Le Vice-Premier ministre en charge du Budget, Adolphe Muzito, a lancé, jeudi à Kinshasa, les activités du Centre des services partagés du Système intégré de gestion des marchés publics (SIGMAP). Cette nouvelle structure vise à renforcer la transparence, la traçabilité et l’efficacité des procédures de passation des marchés publics grâce à la numérisation.
Installé au Centre financier de Kinshasa, au sein du ministère du Budget, le Centre des services partagés constitue une nouvelle étape dans la mise en œuvre du SIGMAP, une plateforme numérique lancée le 29 août 2022 par le président de la République, Félix Tshisekedi, dans le cadre de la modernisation de la commande publique.
Prenant la parole lors de la cérémonie, Adolphe Muzito a salué l’aboutissement d’une réforme engagée il y a quatre ans.
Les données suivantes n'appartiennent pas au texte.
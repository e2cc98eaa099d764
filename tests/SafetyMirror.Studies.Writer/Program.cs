// A process that writes revisions as fast as it can until it is killed, for the durability test.
// Usage: SafetyMirror.Studies.Writer sqlite <file> | postgres <connection string>
// Prints "study <id>", then "ack <revision number> <write number>" for each revision, only after its commit.
using SafetyMirror.Studies;
using SafetyMirror.Studies.Storage;

if (args is not [("sqlite" or "postgres") and var backend, var location])
{
    Console.Error.WriteLine("usage: SafetyMirror.Studies.Writer sqlite <file> | postgres <connection string>");
    return 2;
}

var options = backend == "sqlite" ? new StudyStorageOptions(SqlitePath: location) : new StudyStorageOptions(PostgresConnectionString: location);
await using var store = await StudyStorage.OpenAsync(options, TimeProvider.System);

var created = await store.CreateAsync(new NewStudy("Burst", "Invented corner", null, null, "writer"), BurstContent.For(0));
var studyId = created.Study.Id;
Console.WriteLine($"study {studyId}");
Console.WriteLine($"ack 1 0");

var writes = 0;
// A few writers at once, so the kill can land while several transactions are open.
await Task.WhenAll(Enumerable.Range(0, 4).Select(_ => Task.Run(async () =>
{
    while (true)
    {
        var write = Interlocked.Increment(ref writes);
        var result = await store.AddRevisionAsync(studyId, BurstContent.For(write));
        Console.WriteLine($"ack {result.Revision!.Number} {write}");
    }
})));
return 0;

/// <summary>The content of the n-th write, so the test can tell which write a stored revision came from.</summary>
public static class BurstContent
{
    /// <summary>A small revision whose plan and note carry the write number.</summary>
    public static RevisionContent For(int write) => new(
        PlanJson: $$"""{"type":"FeatureCollection","features":[],"write":{{write}}}""",
        OptionsJson: """{"approachSpeedKmh":30}""",
        MirrorJson: null,
        ServiceVersion: "burst",
        RuleSetJson: "{}",
        EvaluationJson: null,
        RecommendationJson: null,
        Author: "writer",
        Note: $"write {write}");
}
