namespace SafetyMirror.Core.Optics;

/// <summary>The outline of a mirror's face, seen straight on along its axis.</summary>
/// <remarks>
/// Membership is tested on the projection of a sphere point onto the plane tangent at the vertex:
/// u along the face's horizontal axis, v along its vertical axis (up the face), both in metres.
/// For a round face this is the same as the off-axis angle being within asin(D / 2R).
/// </remarks>
public abstract record Aperture
{
    /// <summary>Half the largest extent across the face, in metres; bounds every point of the face.</summary>
    public abstract double CircumradiusM { get; }

    /// <summary>Area of the face outline, in square metres.</summary>
    public abstract double AreaM2 { get; }

    /// <summary>The smallest extent across the face, in metres.</summary>
    public abstract double MinimumExtentM { get; }

    /// <summary>Whether the face fits on a sphere of this radius of curvature: half its largest extent must be less, or the
    /// face would be more than a hemisphere.</summary>
    public bool FitsOnSphereOf(double radiusM) => CircumradiusM < radiusM;

    /// <summary>Whether the projected point (u, v) lies on or inside the outline.</summary>
    public abstract bool Contains(double uM, double vM);

    /// <summary>
    /// A point of the outline for a parameter s in [0, 1), walking once round anticlockwise from +u.
    /// Scaling it by k in [0, 1] gives concentric interior outlines, used to spread rays over the face.
    /// </summary>
    public abstract (double UM, double VM) Rim(double s);
}

/// <summary>A round face of the given diameter.</summary>
public sealed record RoundAperture : Aperture
{
    /// <summary>Creates a round face; the diameter must be positive.</summary>
    public RoundAperture(double diameterM) => DiameterM = Preconditions.Positive(diameterM, "m");

    /// <summary>Diameter of the face in metres.</summary>
    public double DiameterM { get; }

    /// <inheritdoc />
    public override double CircumradiusM => DiameterM / 2;

    /// <inheritdoc />
    public override double AreaM2 => Math.PI * DiameterM * DiameterM / 4;

    /// <inheritdoc />
    public override double MinimumExtentM => DiameterM;

    /// <inheritdoc />
    public override bool Contains(double uM, double vM) => (uM * uM) + (vM * vM) <= CircumradiusM * CircumradiusM;

    /// <inheritdoc />
    public override (double UM, double VM) Rim(double s)
    {
        var angle = 2 * Math.PI * s;
        return (CircumradiusM * Math.Cos(angle), CircumradiusM * Math.Sin(angle));
    }
}

/// <summary>A rectangular face: width along the face's horizontal axis, height up the face.</summary>
public sealed record RectangularAperture : Aperture
{
    /// <summary>Creates a rectangular face; both sides must be positive.</summary>
    public RectangularAperture(double widthM, double heightM)
    {
        WidthM = Preconditions.Positive(widthM, "m");
        HeightM = Preconditions.Positive(heightM, "m");
    }

    /// <summary>Horizontal side in metres.</summary>
    public double WidthM { get; }

    /// <summary>Vertical side in metres.</summary>
    public double HeightM { get; }

    /// <summary>True when the long side is horizontal (landscape); a square counts as horizontal.</summary>
    public bool LongSideHorizontal => WidthM >= HeightM;

    /// <inheritdoc />
    public override double CircumradiusM => Math.Sqrt((WidthM * WidthM) + (HeightM * HeightM)) / 2;

    /// <inheritdoc />
    public override double AreaM2 => WidthM * HeightM;

    /// <inheritdoc />
    public override double MinimumExtentM => Math.Min(WidthM, HeightM);

    /// <inheritdoc />
    public override bool Contains(double uM, double vM) => Math.Abs(uM) <= WidthM / 2 && Math.Abs(vM) <= HeightM / 2;

    /// <inheritdoc />
    public override (double UM, double VM) Rim(double s)
    {
        // Walk the perimeter at uniform arc length, starting at the middle of the right side.
        double w = WidthM, h = HeightM, perimeter = 2 * (w + h);
        var d = (((s % 1) + 1) % 1) * perimeter;
        if (d < h / 2)
        {
            return (w / 2, d);
        }

        d -= h / 2;
        if (d < w)
        {
            return ((w / 2) - d, h / 2);
        }

        d -= w;
        if (d < h)
        {
            return (-w / 2, (h / 2) - d);
        }

        d -= h;
        if (d < w)
        {
            return (-(w / 2) + d, -h / 2);
        }

        d -= w;
        return (w / 2, -(h / 2) + d);
    }
}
« Je prends la parole ce jour à l’occasion du lancement officiel des activités du Centre des services partagés. Il s’agit d’une étape majeure dans la mise en œuvre du Système intégré de gestion des marchés publics. Celui-ci a été lancé le 29 août 2022 par Son Excellence Monsieur le Président de la République, Chef de l’État, Félix Antoine Tshisekedi Tshilombo, à qui je rends un vibrant hommage pour sa vision éclairée d’une commande publique moderne, performante, transparente et résolument tournée vers le numérique », a déclaré le Vice-Premier ministre.
Selon lui, cette réforme poursuit un triple objectif : améliorer la gestion des ressources publiques, renforcer la transparence dans l’attribution des marchés et restaurer la confiance des citoyens ainsi que des opérateurs économiques envers les institutions publiques.
« Cette réforme vise à garantir une gestion efficiente des ressources publiques, à renforcer la transparence dans les procédures de passation des marchés et à accroître la confiance des citoyens, des opérateurs économiques et des partenaires dans les institutions de la République démocratique du Congo », a-t-il souligné.
Au-delà d’une simple plateforme numérique, le SIGMAP est présenté comme un outil de transformation administrative.
« Le SIGMAP représente bien plus qu’une plateforme numérique. Il constitue un véritable pôle de transformation administrative permettant de digitaliser les cycles de passation, du contrôle et du suivi des marchés publics », a expliqué Adolphe Muzito.
Le Centre des services partagés aura notamment pour mission d’assurer l’assistance technique, la formation et l’accompagnement des différents acteurs impliqués dans la gestion des marchés publics. Il contribuera également à la constitution d’une base de données fiable et centralisée sur les marchés publics.
Depuis son déploiement progressif, plus de 500 plans de passation de marchés ont été enregistrés et traités automatiquement par le système, tandis que plus de 170 avis d’appel d’offres ont été publiés.
Présente à cette cérémonie, la Banque mondiale, partenaire technique et financier du projet, a salué l’opérationnalisation de cette infrastructure, qu’elle considère comme un levier majeur pour améliorer la gouvernance publique.
« Les marchés publics représentent une part significative des dépenses de l’État. Bien gérés, ils deviennent un levier puissant pour la croissance économique, l’amélioration des services publics et la participation du secteur privé au développement national », a indiqué l’institution.
À l’inverse, a-t-elle rappelé, des procédures opaques et inefficaces réduisent l’impact des politiques publiques et compromettent la bonne utilisation des ressources de l’État.
La cérémonie s’est achevée par une visite du Centre des services partagés du SIGMAP, désormais opérationnel au ministère du Budget.